_Your goal_. Copy each line of the records that contains the word "Wiley".

(Saved data entries)

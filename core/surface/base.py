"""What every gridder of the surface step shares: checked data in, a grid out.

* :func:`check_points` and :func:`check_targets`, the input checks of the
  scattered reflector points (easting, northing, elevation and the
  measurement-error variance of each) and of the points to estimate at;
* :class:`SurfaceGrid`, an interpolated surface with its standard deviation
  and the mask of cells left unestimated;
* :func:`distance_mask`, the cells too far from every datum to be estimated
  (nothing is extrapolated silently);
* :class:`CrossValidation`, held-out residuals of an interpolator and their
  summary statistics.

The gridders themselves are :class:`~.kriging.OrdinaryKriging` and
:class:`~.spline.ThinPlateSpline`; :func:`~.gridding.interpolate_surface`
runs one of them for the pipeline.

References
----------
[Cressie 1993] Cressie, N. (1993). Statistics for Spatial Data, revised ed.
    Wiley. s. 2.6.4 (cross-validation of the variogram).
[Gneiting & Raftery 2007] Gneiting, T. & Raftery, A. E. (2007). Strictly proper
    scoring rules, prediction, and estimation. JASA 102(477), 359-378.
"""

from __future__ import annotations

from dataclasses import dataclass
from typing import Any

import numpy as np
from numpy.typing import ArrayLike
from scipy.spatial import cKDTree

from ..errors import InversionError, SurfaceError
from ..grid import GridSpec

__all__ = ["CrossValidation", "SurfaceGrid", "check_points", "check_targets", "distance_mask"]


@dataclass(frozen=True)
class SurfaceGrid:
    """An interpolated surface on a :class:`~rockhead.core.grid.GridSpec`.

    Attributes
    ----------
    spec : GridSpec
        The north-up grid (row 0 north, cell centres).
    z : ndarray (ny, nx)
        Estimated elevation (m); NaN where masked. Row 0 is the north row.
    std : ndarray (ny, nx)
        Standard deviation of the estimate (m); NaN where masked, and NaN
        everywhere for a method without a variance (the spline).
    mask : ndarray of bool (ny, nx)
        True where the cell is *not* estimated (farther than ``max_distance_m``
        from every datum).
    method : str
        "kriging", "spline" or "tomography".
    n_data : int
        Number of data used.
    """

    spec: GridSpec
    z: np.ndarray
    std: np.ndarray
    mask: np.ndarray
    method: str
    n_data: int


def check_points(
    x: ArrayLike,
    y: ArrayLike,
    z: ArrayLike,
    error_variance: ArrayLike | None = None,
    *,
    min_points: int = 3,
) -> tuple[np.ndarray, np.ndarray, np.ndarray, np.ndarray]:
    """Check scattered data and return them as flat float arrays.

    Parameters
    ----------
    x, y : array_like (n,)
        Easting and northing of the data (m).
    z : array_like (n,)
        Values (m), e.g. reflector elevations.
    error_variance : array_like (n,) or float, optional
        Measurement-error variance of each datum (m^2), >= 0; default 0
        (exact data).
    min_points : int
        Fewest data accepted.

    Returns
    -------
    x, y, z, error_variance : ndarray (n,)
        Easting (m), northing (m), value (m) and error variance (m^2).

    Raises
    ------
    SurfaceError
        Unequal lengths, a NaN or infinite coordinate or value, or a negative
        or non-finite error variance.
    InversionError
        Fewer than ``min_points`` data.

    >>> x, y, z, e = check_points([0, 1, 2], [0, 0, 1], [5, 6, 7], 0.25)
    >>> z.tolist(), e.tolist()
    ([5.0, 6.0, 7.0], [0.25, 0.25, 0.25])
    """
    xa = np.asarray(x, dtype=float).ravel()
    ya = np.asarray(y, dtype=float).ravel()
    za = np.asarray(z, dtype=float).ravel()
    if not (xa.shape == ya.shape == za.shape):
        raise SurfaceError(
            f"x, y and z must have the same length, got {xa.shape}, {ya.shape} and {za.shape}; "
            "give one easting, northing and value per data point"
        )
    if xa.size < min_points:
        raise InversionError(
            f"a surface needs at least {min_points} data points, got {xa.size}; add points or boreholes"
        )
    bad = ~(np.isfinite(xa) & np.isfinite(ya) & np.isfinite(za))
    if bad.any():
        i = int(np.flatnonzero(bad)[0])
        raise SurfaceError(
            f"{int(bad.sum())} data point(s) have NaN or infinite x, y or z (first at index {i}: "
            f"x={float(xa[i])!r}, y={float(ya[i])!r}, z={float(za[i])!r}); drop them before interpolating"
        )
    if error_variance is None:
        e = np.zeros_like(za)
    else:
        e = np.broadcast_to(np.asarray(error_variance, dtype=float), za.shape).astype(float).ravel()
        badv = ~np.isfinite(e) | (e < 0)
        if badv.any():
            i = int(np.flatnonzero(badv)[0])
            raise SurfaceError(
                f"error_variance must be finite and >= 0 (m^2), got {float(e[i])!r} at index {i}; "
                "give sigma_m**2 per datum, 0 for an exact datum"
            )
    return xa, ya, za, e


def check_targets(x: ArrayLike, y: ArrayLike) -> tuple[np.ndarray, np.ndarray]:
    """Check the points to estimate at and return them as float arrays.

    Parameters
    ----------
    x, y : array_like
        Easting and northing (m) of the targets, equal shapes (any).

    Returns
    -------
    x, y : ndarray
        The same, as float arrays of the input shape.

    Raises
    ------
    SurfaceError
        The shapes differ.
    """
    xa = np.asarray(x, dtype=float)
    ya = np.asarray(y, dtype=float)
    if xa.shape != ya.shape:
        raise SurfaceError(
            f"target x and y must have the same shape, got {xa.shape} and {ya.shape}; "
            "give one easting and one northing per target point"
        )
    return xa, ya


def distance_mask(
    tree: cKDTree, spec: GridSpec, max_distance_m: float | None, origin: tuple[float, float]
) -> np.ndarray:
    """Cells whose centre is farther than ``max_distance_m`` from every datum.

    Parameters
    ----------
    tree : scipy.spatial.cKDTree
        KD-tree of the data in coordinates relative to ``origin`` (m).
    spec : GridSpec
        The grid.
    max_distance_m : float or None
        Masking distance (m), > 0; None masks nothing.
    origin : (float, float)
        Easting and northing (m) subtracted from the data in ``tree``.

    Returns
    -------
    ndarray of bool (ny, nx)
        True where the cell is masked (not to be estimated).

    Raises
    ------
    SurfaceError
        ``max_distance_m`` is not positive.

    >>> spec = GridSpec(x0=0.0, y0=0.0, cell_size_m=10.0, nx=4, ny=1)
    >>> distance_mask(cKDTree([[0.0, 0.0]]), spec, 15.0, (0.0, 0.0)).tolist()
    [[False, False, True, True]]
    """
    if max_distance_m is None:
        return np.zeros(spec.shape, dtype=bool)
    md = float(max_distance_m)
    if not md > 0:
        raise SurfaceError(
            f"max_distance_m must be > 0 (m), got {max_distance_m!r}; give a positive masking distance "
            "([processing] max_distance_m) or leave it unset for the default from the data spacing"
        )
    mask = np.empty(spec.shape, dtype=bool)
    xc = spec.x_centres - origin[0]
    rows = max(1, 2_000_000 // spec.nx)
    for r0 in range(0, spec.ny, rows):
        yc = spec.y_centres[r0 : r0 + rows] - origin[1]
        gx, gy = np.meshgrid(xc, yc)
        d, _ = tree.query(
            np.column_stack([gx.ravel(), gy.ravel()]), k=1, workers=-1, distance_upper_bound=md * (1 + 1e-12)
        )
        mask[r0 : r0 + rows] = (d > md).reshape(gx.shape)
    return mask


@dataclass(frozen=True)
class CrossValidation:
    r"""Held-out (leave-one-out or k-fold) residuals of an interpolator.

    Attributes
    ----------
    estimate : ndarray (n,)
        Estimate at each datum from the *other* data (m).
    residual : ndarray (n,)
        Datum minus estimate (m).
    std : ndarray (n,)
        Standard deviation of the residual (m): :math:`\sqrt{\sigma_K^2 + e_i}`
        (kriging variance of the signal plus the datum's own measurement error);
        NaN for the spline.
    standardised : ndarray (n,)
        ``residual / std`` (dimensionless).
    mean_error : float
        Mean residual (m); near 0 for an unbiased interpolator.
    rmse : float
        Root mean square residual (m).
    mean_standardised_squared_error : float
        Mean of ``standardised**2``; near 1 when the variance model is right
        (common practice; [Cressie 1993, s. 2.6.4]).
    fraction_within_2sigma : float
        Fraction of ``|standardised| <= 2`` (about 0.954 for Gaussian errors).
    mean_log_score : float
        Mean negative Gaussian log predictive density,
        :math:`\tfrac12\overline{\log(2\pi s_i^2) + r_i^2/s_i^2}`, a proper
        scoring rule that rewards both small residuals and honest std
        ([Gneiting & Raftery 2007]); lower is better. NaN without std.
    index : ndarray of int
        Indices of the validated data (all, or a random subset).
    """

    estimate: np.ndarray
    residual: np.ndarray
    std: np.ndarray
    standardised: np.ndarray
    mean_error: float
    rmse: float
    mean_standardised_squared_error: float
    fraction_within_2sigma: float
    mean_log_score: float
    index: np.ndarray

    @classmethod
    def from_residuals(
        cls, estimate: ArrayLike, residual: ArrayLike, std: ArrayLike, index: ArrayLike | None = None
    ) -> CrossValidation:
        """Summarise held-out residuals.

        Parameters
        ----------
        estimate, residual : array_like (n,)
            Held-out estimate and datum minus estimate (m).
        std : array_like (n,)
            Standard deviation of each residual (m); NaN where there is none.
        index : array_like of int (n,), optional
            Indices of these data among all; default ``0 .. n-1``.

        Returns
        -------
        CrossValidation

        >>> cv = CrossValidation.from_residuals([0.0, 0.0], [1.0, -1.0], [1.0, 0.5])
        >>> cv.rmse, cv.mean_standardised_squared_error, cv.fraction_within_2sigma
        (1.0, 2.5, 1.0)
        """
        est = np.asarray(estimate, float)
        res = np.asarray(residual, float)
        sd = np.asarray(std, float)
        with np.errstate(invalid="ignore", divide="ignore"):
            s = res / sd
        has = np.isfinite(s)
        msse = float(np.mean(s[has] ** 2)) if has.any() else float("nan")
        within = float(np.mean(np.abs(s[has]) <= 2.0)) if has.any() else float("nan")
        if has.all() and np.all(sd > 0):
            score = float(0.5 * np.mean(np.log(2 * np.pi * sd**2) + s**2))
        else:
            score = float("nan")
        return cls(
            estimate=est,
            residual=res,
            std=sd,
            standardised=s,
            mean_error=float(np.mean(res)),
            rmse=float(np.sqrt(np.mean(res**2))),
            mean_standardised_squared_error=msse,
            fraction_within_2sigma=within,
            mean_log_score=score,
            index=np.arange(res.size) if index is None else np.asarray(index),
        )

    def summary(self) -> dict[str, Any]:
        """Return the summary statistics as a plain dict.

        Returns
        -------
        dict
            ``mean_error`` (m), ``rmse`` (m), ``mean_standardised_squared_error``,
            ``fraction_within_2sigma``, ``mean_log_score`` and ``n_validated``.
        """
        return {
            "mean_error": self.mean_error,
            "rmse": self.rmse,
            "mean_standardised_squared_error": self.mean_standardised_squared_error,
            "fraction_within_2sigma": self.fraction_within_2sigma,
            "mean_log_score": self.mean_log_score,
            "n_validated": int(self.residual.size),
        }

* * *

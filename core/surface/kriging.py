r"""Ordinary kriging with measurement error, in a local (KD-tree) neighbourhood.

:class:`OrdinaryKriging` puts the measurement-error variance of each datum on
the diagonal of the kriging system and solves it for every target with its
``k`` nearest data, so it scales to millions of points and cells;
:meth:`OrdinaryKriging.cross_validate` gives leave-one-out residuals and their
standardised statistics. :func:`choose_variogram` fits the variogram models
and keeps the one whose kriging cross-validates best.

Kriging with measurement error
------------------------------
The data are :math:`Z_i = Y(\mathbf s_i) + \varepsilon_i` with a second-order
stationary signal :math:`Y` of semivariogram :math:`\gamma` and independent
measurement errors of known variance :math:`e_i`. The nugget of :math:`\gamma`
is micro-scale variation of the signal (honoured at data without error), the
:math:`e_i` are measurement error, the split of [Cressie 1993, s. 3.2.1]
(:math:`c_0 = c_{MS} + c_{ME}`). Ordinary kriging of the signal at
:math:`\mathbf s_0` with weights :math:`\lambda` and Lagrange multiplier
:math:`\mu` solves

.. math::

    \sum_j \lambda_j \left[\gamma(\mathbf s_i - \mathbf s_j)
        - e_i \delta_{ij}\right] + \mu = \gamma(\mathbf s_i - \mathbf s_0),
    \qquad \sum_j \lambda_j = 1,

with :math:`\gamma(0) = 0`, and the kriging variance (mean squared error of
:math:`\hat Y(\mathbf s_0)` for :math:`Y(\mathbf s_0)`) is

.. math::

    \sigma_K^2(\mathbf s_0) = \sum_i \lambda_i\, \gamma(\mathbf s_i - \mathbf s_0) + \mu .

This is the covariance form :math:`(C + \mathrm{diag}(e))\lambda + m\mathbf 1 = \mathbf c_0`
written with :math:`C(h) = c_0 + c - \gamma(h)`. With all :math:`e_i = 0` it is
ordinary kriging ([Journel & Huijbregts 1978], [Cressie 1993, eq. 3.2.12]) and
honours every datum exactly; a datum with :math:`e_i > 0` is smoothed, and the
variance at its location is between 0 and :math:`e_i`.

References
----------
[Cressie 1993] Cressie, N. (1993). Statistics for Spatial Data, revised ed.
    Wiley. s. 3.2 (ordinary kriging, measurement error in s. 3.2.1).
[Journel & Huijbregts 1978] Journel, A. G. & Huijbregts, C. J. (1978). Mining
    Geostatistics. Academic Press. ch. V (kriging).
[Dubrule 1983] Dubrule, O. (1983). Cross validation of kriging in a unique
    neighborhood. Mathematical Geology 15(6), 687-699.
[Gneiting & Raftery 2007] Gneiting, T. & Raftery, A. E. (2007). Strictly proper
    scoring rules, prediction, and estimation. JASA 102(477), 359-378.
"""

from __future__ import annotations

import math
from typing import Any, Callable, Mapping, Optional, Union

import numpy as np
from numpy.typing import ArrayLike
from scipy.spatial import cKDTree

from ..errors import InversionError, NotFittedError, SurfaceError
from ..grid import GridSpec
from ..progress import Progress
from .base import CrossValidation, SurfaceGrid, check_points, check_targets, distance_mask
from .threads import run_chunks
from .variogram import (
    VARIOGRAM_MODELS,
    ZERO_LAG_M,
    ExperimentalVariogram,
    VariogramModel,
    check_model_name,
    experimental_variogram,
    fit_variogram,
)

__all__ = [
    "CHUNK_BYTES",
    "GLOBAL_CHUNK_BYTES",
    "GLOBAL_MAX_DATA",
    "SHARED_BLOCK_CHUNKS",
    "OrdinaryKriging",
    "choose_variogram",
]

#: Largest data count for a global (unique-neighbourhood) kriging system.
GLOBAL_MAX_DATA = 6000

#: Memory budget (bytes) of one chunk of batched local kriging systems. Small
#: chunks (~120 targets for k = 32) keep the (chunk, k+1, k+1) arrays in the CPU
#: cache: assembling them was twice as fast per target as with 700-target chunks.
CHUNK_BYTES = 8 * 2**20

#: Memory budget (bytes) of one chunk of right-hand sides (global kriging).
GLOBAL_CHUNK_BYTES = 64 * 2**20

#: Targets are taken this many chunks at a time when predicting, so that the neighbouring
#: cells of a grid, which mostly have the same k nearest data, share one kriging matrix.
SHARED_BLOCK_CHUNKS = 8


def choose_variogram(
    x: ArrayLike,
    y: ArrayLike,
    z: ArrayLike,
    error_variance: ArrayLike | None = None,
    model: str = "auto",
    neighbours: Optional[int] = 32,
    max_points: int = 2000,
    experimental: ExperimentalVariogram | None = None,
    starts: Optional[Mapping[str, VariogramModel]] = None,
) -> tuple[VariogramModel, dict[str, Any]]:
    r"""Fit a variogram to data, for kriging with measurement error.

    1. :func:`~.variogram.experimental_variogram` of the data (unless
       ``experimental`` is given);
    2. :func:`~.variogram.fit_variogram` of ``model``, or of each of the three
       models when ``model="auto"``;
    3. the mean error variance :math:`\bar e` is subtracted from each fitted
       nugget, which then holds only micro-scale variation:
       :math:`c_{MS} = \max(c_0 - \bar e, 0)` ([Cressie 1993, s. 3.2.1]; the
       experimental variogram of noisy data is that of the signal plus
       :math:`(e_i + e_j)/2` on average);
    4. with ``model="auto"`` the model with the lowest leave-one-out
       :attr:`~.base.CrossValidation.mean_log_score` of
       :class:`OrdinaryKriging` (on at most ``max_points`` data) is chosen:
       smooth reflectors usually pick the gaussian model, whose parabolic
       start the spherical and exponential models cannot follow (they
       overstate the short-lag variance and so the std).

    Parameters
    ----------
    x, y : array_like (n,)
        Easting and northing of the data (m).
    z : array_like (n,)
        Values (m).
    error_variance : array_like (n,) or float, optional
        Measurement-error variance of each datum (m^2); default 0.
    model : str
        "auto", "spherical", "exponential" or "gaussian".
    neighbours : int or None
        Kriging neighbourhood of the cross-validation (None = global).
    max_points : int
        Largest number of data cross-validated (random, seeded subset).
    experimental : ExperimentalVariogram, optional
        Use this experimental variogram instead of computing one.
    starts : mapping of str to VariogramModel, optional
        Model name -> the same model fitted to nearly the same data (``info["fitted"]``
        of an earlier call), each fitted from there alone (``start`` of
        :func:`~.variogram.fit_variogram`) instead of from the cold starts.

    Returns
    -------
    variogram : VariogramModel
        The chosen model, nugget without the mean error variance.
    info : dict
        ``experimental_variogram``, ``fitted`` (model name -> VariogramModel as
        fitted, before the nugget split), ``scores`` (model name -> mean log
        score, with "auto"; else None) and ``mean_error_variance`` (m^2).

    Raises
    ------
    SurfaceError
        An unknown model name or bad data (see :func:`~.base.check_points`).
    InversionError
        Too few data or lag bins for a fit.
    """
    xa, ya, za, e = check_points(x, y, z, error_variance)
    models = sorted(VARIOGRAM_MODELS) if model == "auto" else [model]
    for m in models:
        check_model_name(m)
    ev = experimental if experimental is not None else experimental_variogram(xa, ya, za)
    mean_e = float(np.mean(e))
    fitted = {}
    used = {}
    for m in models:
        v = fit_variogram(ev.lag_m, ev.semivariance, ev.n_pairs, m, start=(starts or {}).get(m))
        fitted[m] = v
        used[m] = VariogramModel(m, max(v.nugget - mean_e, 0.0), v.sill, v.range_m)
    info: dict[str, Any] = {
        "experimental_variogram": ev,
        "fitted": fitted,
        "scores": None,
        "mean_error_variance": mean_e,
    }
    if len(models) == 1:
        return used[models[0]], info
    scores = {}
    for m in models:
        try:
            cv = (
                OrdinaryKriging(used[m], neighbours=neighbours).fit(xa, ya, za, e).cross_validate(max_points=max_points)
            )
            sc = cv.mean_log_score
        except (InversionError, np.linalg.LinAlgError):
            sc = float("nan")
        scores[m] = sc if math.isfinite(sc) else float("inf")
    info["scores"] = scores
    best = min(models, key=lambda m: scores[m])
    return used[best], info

_Task response_.
    Wiley. s. 2.6.4 (cross-validation of the variogram).
    Wiley. s. 3.2 (ordinary kriging, measurement error in s. 3.2.1).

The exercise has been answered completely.